Forscher entdecken Riss in der Erde: Steigt Erdbeben-Gefahr rund um die Türkei?

Die heutige Anordnung der Kontinente lässt kaum erahnen, dass die Arabische und die Eurasische Erdplatte vor Millionen von Jahren durch einen Ozean getrennt waren. Die nordwärts gerichtete Bewegung der Afrikanischen Platte führte dazu, dass sich der ozeanische Teil der Arabischen Platte unter die Eurasische Platte subduzierte und dabei sukzessiv in den Erdmantel absank.

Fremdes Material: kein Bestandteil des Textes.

/// Holes inside their exterior and outside each other; polygons outside
/// each other.
fn nesting(
    rings: &[Ring],
    loops: &[Loop],
    touches: &Touches,
    pace: &mut Pacer,
) -> Result<(), GeomError> {
    if loops.len() < 2 {
        return Ok(());
    }
    let held = holders(loops, touches, pace)?;
    for (i, l) in loops.iter().enumerate() {
        let exterior = held[i].iter().filter(|&&j| loops[j].ring == 1).count();
        let hole = held[i].iter().find(|&&j| loops[j].ring > 1);
        let error = |problem| GeomError::InvalidPolygon {
            polygon: l.polygon,
            ring: l.ring,
            vertex: 1,
            problem,
        };
        if let Some(&j) = hole {
            return Err(error(PolygonProblem::HoleInHole {
                other_ring: loops[j].ring,
            }));
        }
        if l.ring > 1 && exterior % 2 == 0 {
            return Err(error(PolygonProblem::HoleOutside));
        }
    }
    // Polygons of a multipolygon: an exterior loop of one inside another
    // (odd parity over the other's loops).
    let polygons = rings.last().map_or(0, |r| r.polygon);
    if polygons > 1 {
        let boxes: Vec<_> = loops.iter().map(loop_box).collect();
        let mut parity = vec![false; polygons + 1];
        for l in loops.iter().filter(|l| l.ring == 1) {
            pace.spend(ring_test_cost(l.points.len()))?;
            let p = probe(l, touches);
            parity.iter_mut().for_each(|x| *x = false);
            for (j, m) in loops.iter().enumerate() {
                pace.step()?;
                if m.polygon != l.polygon && box_holds(boxes[j], p) {
                    pace.spend(ring_test_cost(m.points.len()))?;
                    if point_in_ring(p, &m.points) {
                        parity[m.polygon] = !parity[m.polygon];
                    }
                }
            }
            if let Some(other) = parity.iter().position(|&x| x) {
                return Err(GeomError::InvalidPolygon {
                    polygon: l.polygon,
                    ring: 1,
                    vertex: 1,
                    problem: PolygonProblem::PartInside {
                        other_polygon: other,
                    },
                });
            }
        }
    }
    Ok(())
}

Dieser Prozess der Subduktion wurde jedoch vor etwa 25 Millionen Jahren unterbrochen, als der kontinentale Teil der Arabischen Platte die Subduktionszone erreichte. Aufgrund der geringeren Dichte und höheren Duktilität der kontinentalen Kruste konnte diese nicht weiter absinken. Stattdessen führte die Kollision der beiden Platten zur Herausbildung einer neuen Gebirgskette, die sich vom Osten der Türkei bis zum Persischen Golf erstreckt.

Ein Forschungsteam unter der Leitung von Renas Koshnaw von der Universität Göttingen untersucht mittels geologischer und seismischer Analysen die tektonischen Nahtstellen zwischen der Arabischen und der Eurasischen Platte. Besondere Aufmerksamkeit gilt dem Vorland des Zagros-Gebirges, wo die durch die Gebirgslast bedingte Krustenabsenkung zur Entstehung einer drei bis vier Kilometer tiefen tektonischen Senke geführt hat.

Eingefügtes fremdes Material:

use crate::error::GeomError;
use crate::geometry::Geometry;
use crate::interrupt::{Interrupt, Never};
use crate::memory;
use crate::proximity::balltree::{space_box, BallTree, TIGHT_FROM};
use crate::proximity::boxes::LonLatBox;
use crate::proximity::distance::{
    distance_within_interruptible, nearest_between, within, within_interruptible,
};
use crate::proximity::prepared::{f32_up, tree_bytes, wrap_delta, Prepared};
use crate::proximity::share::{coverage_share, ShareError};

/// Features indexed between two interrupt checks.
const CHECK_EVERY: usize = 4096;

/// Candidates decided between two interrupt checks: one exact decision
/// can take a millisecond far from a feature, and a check is a clock read.
const CHECK_CANDIDATES: usize = 16;

/// Features prepared together before the interrupt flag is read and
/// progress reported (a batch ends sooner once it holds
/// [`BATCH_VERTICES`] vertices).
const BATCH_FEATURES: usize = 4096;
const BATCH_VERTICES: usize = 1 << 20;

/// Half the circumference, metres: no two points are farther apart.
const MAX_SEPARATION: f64 = 20_004_000.0;

/// One feature of a layer.
#[derive(Clone, Debug)]
pub struct Feature {
    pub id: i64,
    /// Metres; 0 means touching or containing.
    pub reach: f64,
    pub geometry: Prepared,
}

Forscher identifizieren Ursache für riesigen Erdriss

Wie seismologische Messungen ergaben, war die Senke deutlich tiefer als angenommen. „Angesichts der relativ geringen Höhe des nordwestlichen Zagros-Gebirges war es überraschend, dass sich in unserem Untersuchungsgebiet so viel Sediment angesammelt hat. Das bedeutet, dass die Absenkung der Erdkruste dort größer ist, als durch die Last des Zagros-Gebirges erklärbar ist“, erklärt Koshnaw.

Als primäre Ursache für die ausgeprägte tektonische Absenkung im Zagros-Vorland wurde ein Fragment der Neotethys-Platte identifiziert, das weiterhin mit der Arabischen Platte verbunden ist. Aufgrund seiner hohen Dichte und seines Eigengewichts übt dieses subduzierte Plattenstück eine starke ziehende Kraft auf die darüberliegende Kruste aus und trägt maßgeblich zur Senkungsbewegung in dieser Region bei.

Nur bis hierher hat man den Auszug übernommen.